--- START ---
/// Issue 6 "done when", in the TUI: the payback years shown are the CLI's, for every plan and benefit,
/// in both modes; the run happens off the UI thread.
#[test]
fn studies_view_shows_the_payback_years_the_cli_reports() {
    let dir = tempfile::tempdir().expect("temp dir");
    let db_path = dir.path().join("demo.db");
    let db = db_path.to_str().expect("path").to_string();
    let ok = |args: &[&str]| {
        let output = common::run(dir.path(), args);
        assert!(
            output.status.success(),
            "{args:?}: {}",
            common::stderr(&output)
        );
    };
    ok(&["demo", "--out", &db]);
    ok(&[
        "--db",
        &db,
        "study",
        "new",
        "Quill corner",
        "--start-year",
        "2026",
        "--runs",
        "200",
    ]);
    ok(&[
        "--db",
        &db,
        "study",
        "add",
        "Quill corner",
        "--ids",
        "12,15",
    ]);
    ok(&[
        "--db",
        &db,
        "study",
        "plan",
        "Quill corner",
        "6 oaks",
        "--species",
        "Quercus rubra",
        "--count",
        "6",
        "--dbh",
        "5",
        "--year",
        "2026",
    ]);
    ok(&[
        "--db",
        &db,
        "study",
        "plan",
        "Quill corner",
        "3 cherries",
        "--species",
        "Prunus serrulata",
        "--count",
        "3",
        "--dbh",
        "5",
        "--year",
        "2027",
    ]);
    let expected = cli_paybacks(
        dir.path(),
        &db,
        &["Quill corner:6 oaks", "Quill corner:3 cherries"],
    );
    assert!(
        expected
            .iter()
            .flat_map(|(_, years)| years)
            .any(|y| !y.is_empty()),
        "the case has paybacks within the horizon: {expected:?}"
    );

    let mut store = Store::open_existing(&db_path).expect("open");
    let mut query = Query::new(&mut store);
    let mut app = App::new(&query, AppSettings::default(), today()).expect("app");
    keys(&mut app, &mut query, "7");
    assert!(query.busy(), "the study runs on another thread");
    let pending = draw_only(&app, 80, 24);
    assert!(
        pending.contains("running study 'Quill corner'"),
        "{pending}"
    );
    wait_for_background(&mut app, &mut query);
    let text = screen(&mut app, &mut query, 100, 30);
    let state = app.studies.as_ref().expect("studies state");
    let run = state.ready().expect("the run arrived").clone();
    let rows = studies::table_rows(&run);
    for (plan_name, years) in &expected {
        let i = run
            .outcome
            .plans
            .iter()
            .position(|p| &p.plan.name == plan_name)
            .expect("plan shown");
        for (benefit, cli_year) in Benefit::ALL.iter().zip(years) {
            let shown = if cli_year.is_empty() {
                "not within horizon".to_string()
            } else {
                cli_year.clone()
            };
            assert_eq!(
                studies::year_text(studies::payback_of(&run.outcome.plans[i], *benefit)),
                shown,
                "{plan_name}, {benefit:?}"
            );
            let row = rows
                .iter()
                .find(|r| r.label.starts_with("payback: ") && r.label.contains(short(*benefit)))
                .expect("payback row");
            assert_eq!(row.plans[i], shown, "{plan_name}, {benefit:?} in the table");
        }
    }
    // The chart's legend names the payback year of the benefit shown (CO2e sequestered), and the
    // table shows the payback rows on screen.
    let oaks = &expected
        .iter()
        .find(|(p, _)| p == "6 oaks")
        .expect("oaks")
        .1;
    let oaks_index = run
        .outcome
        .plans
        .iter()
        .position(|p| p.plan.name == "6 oaks")
        .expect("plan");
    let mark = studies::PLAN_MARKERS[oaks_index];
    assert!(
        text.contains(&format!("{mark}{mark} 6 oaks (payback {})", oaks[1])),
        "{text}"
    );
    assert!(text.contains("payback: CO2e sequestered"), "{text}");
    assert!(text.contains("never replace, the judgment"), "{text}");

    // Monte Carlo: the medians over runs, as the CLI's.
    keys(&mut app, &mut query, "m");
    wait_for_background(&mut app, &mut query);
    let mc_text = screen(&mut app, &mut query, 100, 30);
    assert!(mc_text.contains("P10–P90"), "{mc_text}");
    let output = common::run(
        dir.path(),
        &[
            "--db",
            &db,
            "study",
            "compare",
            "Quill corner:6 oaks",
            "Quill corner:3 cherries",
            "--mode",
            "monte-carlo",
            "--format",
            "csv",
        ],
    );
    assert!(output.status.success(), "{}", common::stderr(&output));
    let expected_mc = common::stdout(&output);
    let run = app
        .studies
        .as_ref()
        .and_then(|s| s.ready())
        .expect("MC run")
        .clone();
    assert_eq!(run.outcome.mode, Mode::MonteCarlo);
    let mut reader = csv::Reader::from_reader(expected_mc.as_bytes());
    let header = reader.headers().expect("header").clone();
    let col = |n: &str| header.iter().position(|h| h == n).expect("column");
    for record in reader.records() {
        let r = record.expect("row");
        let plan = run
            .outcome
            .plans
            .iter()
            .find(|p| p.plan.name == r[col("plan")])
            .expect("plan");
        let cli = &r[col("payback_co2e_sequestered")];
        assert_eq!(
            studies::payback_of(plan, Benefit::Co2eSequestered).map(|y| y.to_string()),
            (!cli.is_empty()).then(|| cli.to_string()),
            "{}",
            plan.plan.name
        );
    }
}
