/// Where the dieback came from (M13 step 3).
#[derive(Debug, Clone, Copy, PartialEq, Eq, Serialize, Deserialize)]
#[serde(rename_all = "snake_case")]
pub enum DiebackSource {
    Measured,
    ConditionWord,
    /// Neither a percentage nor a condition word: taken as 0 % [derived choice].
    Assumed,
}

/// A tree's benefits for one year: the `benefits` columns of DESIGN.md, the flags, and the detail
/// behind them (for [`TreeBenefits::explain`]).
#[derive(Debug, Clone, Copy, PartialEq, Serialize)]
pub struct TreeBenefits {
    pub year: i32,
    pub dbh_cm: f64,
    pub height_m: Option<f64>,
    /// Mean crown width W.
    pub crown_width_m: Option<f64>,
    pub leaf_area_m2: f64,
    /// Whole-tree dry biomass (AGB × 0.8 × 1.26).
    pub biomass_kg: f64,
    pub carbon_kg: f64,
    pub co2e_kg: f64,
    pub co2e_seq_kg_yr: f64,
    pub interception_m3_yr: f64,
    pub transpiration_m3_yr: f64,
    pub cooling_kwh_yr: f64,
    /// Money value of the year's flows (M13 step 10), in the prices' currency.
    pub value: f64,
    pub height_estimated: bool,
    pub crown_width_estimated: bool,
    /// No crown width measured or imputable: crown-based benefits are 0.
    pub no_crown: bool,
    /// The observed DBH increment was implausible: re-measure.
    pub remeasure: bool,
    pub dead: bool,
    pub detail: TreeYearDetail,
}

/// Intermediate values of the computation.
#[derive(Debug, Clone, Copy, PartialEq, Serialize)]
pub struct TreeYearDetail {
    pub measured_on: NaiveDate,
    pub stem_count: usize,
    pub height_source: Option<DimensionSource>,
    pub crown_width_source: Option<DimensionSource>,
    pub cpa_m2: f64,
    pub crown_height_m: Option<f64>,
    pub dieback_pct: f64,
    pub dieback_source: DiebackSource,
    pub site_kind: SiteKind,
    pub leaf_habit: LeafHabit,
    pub biomass_method: BiomassMethod,
    pub biomass_group: &'static str,
    pub allometry: Allometry,
    pub agb_kg: f64,
    pub observed: ObservedGrowth,
    pub growth: Growth,
    /// Frost-free days used to scale growth, when the setting is on.
    pub frost_free_days: Option<u32>,
    pub lai_effective: f64,
    /// The leaf-on canopy of the Gash model (M5): cover c, storage S, and the rain P′g that fills it.
    pub canopy: GashCanopy,
    pub saturating_rain_mm: f64,
    /// Leaf-on days of the year (all days for evergreens) and the rain days counted.
    pub leaf_on_days: u32,
    pub rain_days: u32,
    pub interception_mm: f64,
    pub et0_sum_mm: f64,
    pub ks: f64,
    pub kmc: f64,
    pub kl: f64,
    pub transpiration_l: f64,
    pub ac_kwh_e: f64,
    pub flow_value: FlowValue,
    pub co2_price_per_t: f64,
    pub water_price_per_m3: f64,
    pub electricity_price_per_kwh: f64,
    pub cooling_value_share: f64,
    pub cop: f64,
}

/// One step of the chain shown on the tree card.
#[derive(Debug, Clone, PartialEq, Serialize)]
pub struct ExplainStep {
    pub label: String,
    pub value: f64,
    pub unit: String,
    /// Published source (as METHODS.md names it) with its flag.
    pub source: &'static str,
}
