impl Store {
    /// Adds assessments, one failure mode per row; rows of the same tree and date form one
    /// assessment whose overall rating is the highest of its modes. All or nothing.
    pub fn import_assessments(
        &mut self,
        rows: &[(u64, AssessmentRow)],
        actor: &str,
        now: DateTime<Utc>,
    ) -> Result<usize, StoreError> {
        let intervals = self.reinspection_intervals()?;
        self.write(actor, |tx| {
            let stamp = timestamp(now);
            let mut groups: Vec<AssessmentGroup<'_>> = Vec::new();
            for row in rows {
                match groups
                    .iter_mut()
                    .find(|(uid, date, _)| *uid == row.1.tree_uid && *date == row.1.assessed_on)
                {
                    Some(group) => group.2.push(row),
                    None => groups.push((&row.1.tree_uid, row.1.assessed_on, vec![row])),
                }
            }
            let mut find_tree = tx.prepare_cached("SELECT id FROM trees WHERE uid = ?1")?;
            for (uid, assessed_on, modes) in &groups {
                let line = modes.first().map(|m| m.0).unwrap_or(0);
                let tree_id: i64 = find_tree
                    .query_row([uid], |r| r.get(0))
                    .map_err(|_| StoreError::Row { line, message: format!("tree_uid: no tree with uid '{uid}'") })?;
                let ratings: Vec<RiskRating> = modes
                    .iter()
                    .map(|(_, m)| risk::failure_mode_rating(m.likelihood_of_failure, m.likelihood_of_impact, m.consequences))
                    .collect();
                let overall = risk::overall_rating(ratings.iter().copied()).unwrap_or(RiskRating::Low);
                let months = intervals
                    .iter()
                    .find(|(r, _)| *r == overall)
                    .map(|(_, m)| *m)
                    .unwrap_or_else(|| risk::default_reinspection_months(overall));
                let first = &modes[0].1;
                tx.execute(
                    "INSERT INTO assessments (tree_id, assessed_on, assessor, level, rating, next_due_on, notes, created_at)
                     VALUES (?1, ?2, ?3, ?4, ?5, ?6, ?7, ?8)",
                    params![
                        tree_id,
                        assessed_on.to_string(),
                        first.assessor,
                        first.level,
                        overall.as_str(),
                        risk::next_inspection(*assessed_on, months).to_string(),
                        first.notes,
                        stamp,
                    ],
                )
                .map_err(|e| StoreError::Row { line, message: e.to_string() })?;
                let assessment_id = tx.last_insert_rowid();
                for ((line, mode), rating) in modes.iter().zip(&ratings) {
                    tx.execute(
                        "INSERT INTO failure_modes (assessment_id, part, part_size_cm, target, occupancy,
                             likelihood_of_failure, likelihood_of_impact, consequences, rating, mitigation)
                         VALUES (?1, ?2, ?3, ?4, ?5, ?6, ?7, ?8, ?9, ?10)",
                        params![
                            assessment_id,
                            mode.part.as_str(),
                            mode.part_size_cm,
                            mode.target,
                            mode.occupancy.as_str(),
                            mode.likelihood_of_failure.as_str(),
                            mode.likelihood_of_impact.as_str(),
                            mode.consequences.as_str(),
                            rating.as_str(),
                            mode.mitigation,
                        ],
                    )
                    .map_err(|e| StoreError::Row { line: *line, message: e.to_string() })?;
                }
            }
            Ok(groups.len())
        })
    }

    /// Adds work orders. All or nothing.
    pub fn import_work_orders(
        &mut self,
        rows: &[(u64, WorkOrderRow)],
        actor: &str,
        now: DateTime<Utc>,
    ) -> Result<usize, StoreError> {
        self.write(actor, |tx| {
            let stamp = timestamp(now);
            let mut find_tree = tx.prepare_cached("SELECT id FROM trees WHERE uid = ?1")?;
            let mut insert = tx.prepare_cached(
                "INSERT INTO work_orders (tree_id, task, priority, status, due_on, done_on, crew, estimated_cost,
                                          notes, created_at, updated_at)
                 VALUES (?1, ?2, ?3, ?4, ?5, ?6, ?7, ?8, ?9, ?10, ?10)",
            )?;
            for (line, order) in rows {
                let tree_id: i64 = find_tree.query_row([&order.tree_uid], |r| r.get(0)).map_err(|_| StoreError::Row {
                    line: *line,
                    message: format!("tree_uid: no tree with uid '{}'", order.tree_uid),
                })?;
                insert
                    .execute(params![
                        tree_id,
                        order.task,
                        order.priority,
                        order.status,
                        order.due_on.map(|d| d.to_string()),
                        order.done_on.map(|d| d.to_string()),
                        order.crew,
                        order.estimated_cost,
                        order.notes,
                        stamp,
                    ])
                    .map_err(|e| StoreError::Row { line: *line, message: e.to_string() })?;
            }
            Ok(rows.len())
        })
    }

    /// Number of assessments and of open (open or scheduled) work orders.
    pub fn care_counts(&self) -> Result<(i64, i64), StoreError> {
        let assessments = self
            .conn
            .query_row("SELECT count(*) FROM assessments", [], |r| r.get(0))?;
        let open = self.conn.query_row(
            "SELECT count(*) FROM work_orders WHERE status IN ('open', 'scheduled')",
            [],
            |r| r.get(0),
        )?;
        Ok((assessments, open))
    }

    /// The re-inspection interval (months) of each rating, from settings.
    pub fn reinspection_intervals(&self) -> Result<Vec<(RiskRating, u32)>, StoreError> {
        let mut intervals = Vec::new();
        for rating in RiskRating::ALL {
            let key = crate::settings::reinspect_key(*rating);
            let months = match self.setting(key)? {
                Some(text) => text.trim().parse::<u32>().map_err(|_| {
                    StoreError::Invalid(format!(
                        "setting {key} = '{text}' is not a whole number of months"
                    ))
                })?,
                None => risk::default_reinspection_months(*rating),
            };
            intervals.push((*rating, months));
        }
        Ok(intervals)
    }
}

/// A tree as the care commands name it.
#[derive(Debug, Clone, PartialEq, Serialize)]
pub struct TreeBrief {
    pub id: i64,
    pub uid: String,
    pub species: String,
    pub street: Option<String>,
    pub house_number: Option<String>,
    pub zone: Option<String>,
    pub status: TreeStatus,
    pub removed_on: Option<NaiveDate>,
}

impl TreeBrief {
    /// "12 Foundry Street" or the street alone, or "no address".
    pub fn address(&self) -> String {
        match (&self.house_number, &self.street) {
            (Some(number), Some(street)) => format!("{number} {street}"),
            (None, Some(street)) => street.clone(),
            _ => "no address".to_string(),
        }
    }
}

/// A stored failure mode (modes imported from CSV may carry their own mitigation text).
#[derive(Debug, Clone, PartialEq, Serialize)]
pub struct StoredMode {
    pub part: TreePart,
    pub part_size_cm: Option<f64>,
    pub target: Option<String>,
    pub occupancy: Occupancy,
    pub likelihood_of_failure: LikelihoodOfFailure,
    pub likelihood_of_impact: LikelihoodOfImpact,
    pub consequences: Consequences,
    pub rating: RiskRating,
    pub mitigation: Option<String>,
    pub residual_rating: Option<RiskRating>,
}

/// A stored assessment with its modes, mitigation options and the work orders that cite it.
#[derive(Debug, Clone, PartialEq, Serialize)]
pub struct StoredAssessment {
    pub id: i64,
    pub tree_id: i64,
    pub assessed_on: NaiveDate,
    pub assessor: Option<String>,
    pub level: u8,
    pub time_frame_years: Option<f64>,
    pub rating: RiskRating,
    pub next_due_on: Option<NaiveDate>,
    pub notes: Option<String>,
    pub modes: Vec<StoredMode>,
    pub mitigations: Vec<MitigationOption>,
    pub work_order_ids: Vec<i64>,
}

/// What storing an assessment created.
#[derive(Debug, Clone, Copy, PartialEq, Eq, Serialize)]
pub struct RecordedAssessment {
    pub assessment_id: i64,
    pub work_order_id: Option<i64>,
}

/// What a change to a work order did.
#[derive(Debug, Clone, PartialEq, Serialize)]
pub struct WorkOutcome {
    pub order: WorkOrder,
    /// The tree was marked removed on this date (a removal done).
    pub tree_removed_on: Option<NaiveDate>,
    /// Other pending orders of the tree cancelled because the tree is gone.
    pub cancelled_with_tree: Vec<i64>,
}

/// Cycle work generated (or, in a dry run, that would be), with the new order ids.
#[derive(Debug, Clone, PartialEq, Serialize)]
pub struct GeneratedWork {
    pub order_id: Option<i64>,
    #[serde(flatten)]
    pub work: DueWork,
}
--- END ---
→ **Aim of the task**: Where in the records above does the word "match" appear? Copy each line that holds it.

→ **Answer space**:
                match groups
            let months = match self.setting(key)? {
        match (&self.house_number, &self.street) {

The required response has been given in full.